Efavirenz, atazanavir, and ritonavir disrupt sarcoplasmic reticulum Ca homeostasis in skeletal muscles.

While muscle fatigue, pain and weakness are common co-morbidities in HIV-1 infected people, their underlying cause remain poorly defined. To this end, we evaluated whether the common antiretroviral drugs efavirenz (EFV), atazanavir (ATV) and ritonavir (RTV) could be a contributing factor by pertubating sarcoplasmic reticulum (SR) Ca cycling. In live-cell imaging, EFV (6.0 μM), ATV (6.0 μM), and RTV (3.0 μM) elicited Ca transients and blebbing of the plasma membranes of C2C12 skeletal muscle myotubes. Pretreating C2C12 skeletal muscle myotubes with the SR Ca release channel blocker ryanodine (50 μM), slowed the rate and amplitude of Ca release from and reuptake of Ca into the SR. EFV, ATV and RTV (1 nM - 20 μM) potentiated and then displaced [H] ryanodine binding to rabbit skeletal muscle ryanodine receptor Ca release channel (RyR1). These drugs at concentrations 0.25-31.2 μM also increased and or decreased the open probability of RyR1 by altering its gating and conductance. ATV (≤5 μM) potentiated and >5μM inhibited the ability of sarco (endo)plasmic reticulum Ca-ATPase (SERCA1) to hydrolyze ATP and transport Ca.

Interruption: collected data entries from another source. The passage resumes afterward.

package loop

import (
	"math"
)

// fold adds one batch value of statistic st of set i.
func (c *collector) fold(i, st int, x float64) {
	j := i*nStat + st
	c.statSum[j] += x
	c.statSumSq[j] += x * x
	c.statBatches[j]++
}

func (c *collector) foldHist(i int, hs *histStats, powMeanDBm float64, out, max, blk, errs int64) {
	if hs.n == 0 {
		return
	}
	c.fold(i, stSIRMean, hs.mean)
	c.fold(i, stSIRStd, hs.std)
	for q := range 5 {
		c.fold(i, stSIRQ+q, hs.q[q])
	}
	c.fold(i, stOutage, float64(out)/float64(hs.n))
	if blk > 0 {
		c.fold(i, stBLER, float64(errs)/float64(blk))
	}
	c.fold(i, stMaxFrac, float64(max)/float64(hs.n))
	c.fold(i, stPowMean, powMeanDBm)
}

// batchBufs are the per-slot accumulators of one batch: the SIR-error
// and Tx-power histograms (user-major rows) with their used index ranges,
// the per-user counters and the noise-rise histogram. A collector has two:
// the slot loop fills the current one (the collector's own fields) while
// the previous batch is summarised from the spare one off the loop's
// goroutine (see endBatch).
type batchBufs struct {
	sirB, powB                              []uint32
	sirLo, sirHi, powLo, powHi              []int32
	fullScan                                bool
	slots, outage, atMax, blocks, blockErrs []int64
	powSum                                  []float64
	rise                                    []uint64
	riseLo, riseHi                          int
	riseSlots                               int64
}

// swapBatch exchanges the collector's current batch accumulators with the
// spare ones (which must be cleared, i.e. already summarised).
func (c *collector) swapBatch() {
	b := &c.spare
	c.sir.batch, b.sirB = b.sirB, c.sir.batch
	c.pow.batch, b.powB = b.powB, c.pow.batch
	c.sir.lo, b.sirLo = b.sirLo, c.sir.lo
	c.sir.hi, b.sirHi = b.sirHi, c.sir.hi
	c.pow.lo, b.powLo = b.powLo, c.pow.lo
	c.pow.hi, b.powHi = b.powHi, c.pow.hi
	c.fullScan, b.fullScan = b.fullScan, c.fullScan
	c.batchSlots, b.slots = b.slots, c.batchSlots
	c.batchOutage, b.outage = b.outage, c.batchOutage
	c.batchAtMax, b.atMax = b.atMax, c.batchAtMax
	c.batchBlocks, b.blocks = b.blocks, c.batchBlocks
	c.batchBlockErrs, b.blockErrs = b.blockErrs, c.batchBlockErrs
	c.batchPowSum, b.powSum = b.powSum, c.batchPowSum
	c.riseBatch, b.rise = b.rise, c.riseBatch
	c.riseLo, b.riseLo = b.riseLo, c.riseLo
	c.riseHi, b.riseHi = b.riseHi, c.riseHi
	c.riseSlots, b.riseSlots = b.riseSlots, c.riseSlots
}

// endBatch closes the current batch: its accumulators become the spare
// ones and are summarised (closeBatch) on another goroutine while the slot
// loop goes on with the cleared set. Batches are summarised one at a time
// and in order (the next endBatch or result waits for the previous one),
// so every figure is computed in the same order as on one goroutine.
func (c *collector) endBatch() {
	c.waitBatch()
	c.flushFused()
	c.swapBatch()
	c.pending.Add(1)
	go func() {
		defer c.pending.Done()
		defer func() {
			if v := recover(); v != nil {
				c.pendingPanic = v
			}
		}()
		c.closeBatch(&c.spare)
	}()
}

// endBatchNow closes the current batch on the calling goroutine.
func (c *collector) endBatchNow() {
	c.waitBatch()
	c.flushFused()
	c.swapBatch()
	c.closeBatch(&c.spare)
}

// waitBatch waits for the batch being summarised, if any; a panic there
// is raised again here, on the replication's goroutine.
func (c *collector) waitBatch() {
	c.pending.Wait()
	if v := c.pendingPanic; v != nil {
		c.pendingPanic = nil
		panic(v)
	}
}

// closeBatch summarises the batch in b of every user, distance bin and
// the aggregate, folds the batch values into the running sums, merges the
// batch histograms into the cumulative ones and clears b.
func (c *collector) closeBatch(b *batchBufs) {
	sh := c.shared
	n := c.users
	agg := c.sets - 1
	for i := range c.setBatchCounts {
		c.setBatchCounts[i] = 0
	}
	for i := range c.setPowSum {
		c.setPowSum[i] = 0
	}
	if b.fullScan {
		// The fast path did not track the used bins: find them.
		ss, ps := sh.sirLayout.size(), sh.powLayout.size()
		for u := 0; u < n; u++ {
			lo, hi := usedRange(b.sirB[u*c.sir.stride : u*c.sir.stride+ss])
			b.sirLo[u], b.sirHi[u] = int32(lo), int32(hi)
			lo, hi = usedRange(b.powB[u*c.pow.stride : u*c.pow.stride+ps])
			b.powLo[u], b.powHi[u] = int32(lo), int32(hi)
		}
		b.fullScan = false
	}
	var hs histStats
	for u := 0; u < n; u++ {
		cnt := b.slots[u]
		if cnt == 0 {
			continue
		}
		bin := sh.users[u].bin
		c.sir.mergeUser(b.sirB, b.sirLo, b.sirHi, u, bin, agg, cnt, &hs)
		var ps histStats
		c.pow.mergeUser(b.powB, b.powLo, b.powHi, u, bin, agg, cnt, &ps)
		for q := range 5 {
			c.fold(u, stPowQ+q, ps.q[q])
		}
		c.foldHist(u, &hs, linToDB(b.powSum[u]/float64(cnt)), b.outage[u], b.atMax[u], b.blocks[u], b.blockErrs[u])
		for _, s := range [2]int{bin, agg} {
			sb := c.setBatchCounts[s*5 : s*5+5]
			sb[0] += cnt
			sb[1] += b.outage[u]
			sb[2] += b.atMax[u]
			sb[3] += b.blocks[u]
			sb[4] += b.blockErrs[u]
			c.setPowSum[s] += b.powSum[u]
		}
		c.cumSlots[u] += cnt
		c.cumOutage[u] += b.outage[u]
		c.cumAtMax[u] += b.atMax[u]
		c.cumBlocks[u] += b.blocks[u]
		c.cumBlockErrs[u] += b.blockErrs[u]
		c.cumPowSum[u] += b.powSum[u]
		b.slots[u], b.outage[u], b.atMax[u], b.blocks[u], b.blockErrs[u], b.powSum[u] = 0, 0, 0, 0, 0, 0
	}
	for s := 0; s < c.sets; s++ {
		sb := c.setBatchCounts[s*5 : s*5+5]
		if sb[0] == 0 {
			continue
		}
		c.sir.mergeSet(s, sb[0], &hs)
		var ps histStats
		c.pow.mergeSet(s, sb[0], &ps)
		i := n + s
		for q := range 5 {
			c.fold(i, stPowQ+q, ps.q[q])
		}
		c.foldHist(i, &hs, linToDB(c.setPowSum[s]/float64(sb[0])), sb[1], sb[2], sb[3], sb[4])
	}
	if b.riseSlots > 0 {
		scanMerge(sh.riseLayout, b.rise, c.riseCum, nil, nil, b.riseLo, b.riseHi, uint64(b.riseSlots), &hs)
		c.riseLoCum, c.riseHiCum = min(c.riseLoCum, b.riseLo), max(c.riseHiCum, b.riseHi)
		b.riseLo, b.riseHi = math.MaxInt, -1
		c.riseBatchSum[0] += hs.mean
		c.riseBatchSumSq[0] += hs.mean * hs.mean
		c.riseBatchSum[1] += hs.q[3]
		c.riseBatchSumSq[1] += hs.q[3] * hs.q[3]
		c.riseBatches++
		c.riseSlotsCum += b.riseSlots
		b.riseSlots = 0
	}
}

// scanMerge summarises a batch histogram over [lo, hi] (scanStats, the
// one histogram scan), adds every count to cum and to the set histograms
// setA and setB (either may be nil), and clears the batch. The merge is a
// separate pass of plain integer adds (no call per bin): the sums do not
// depend on the order.
func scanMerge[T uint32 | uint64](l *histLayout, batch, cum []T, setA, setB []uint64, lo, hi int, n uint64, out *histStats) {
	scanStats(l, batch, lo, hi, n, quantileSpec[:], out, nil)
	if n == 0 || lo > hi {
		return
	}
	b := batch[lo : hi+1]
	cm := cum[lo : hi+1]
	cm = cm[:len(b)]
	for j, x := range b {
		cm[j] += x
	}
	for _, set := range [2][]uint64{setA, setB} {
		if set != nil {
			st := set[lo : hi+1]
			st = st[:len(b)]
			for j, x := range b {
				st[j] += uint64(x)
			}
		}
	}
	clear(b)
}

RTV (2.5-31.5 μM) dose-dependently inhibited SERCA1-mediated, ATP-dependent Ca transport. EFV (0.25-31.5 μM) had no measurable effect on SERCA1's ability to hydrolyze ATP and transport Ca. These data support the notion that EFV, ATV and RTV could be contributing to skeletal muscle co-morbidities in PLWH by modulating SR Ca homeostasis.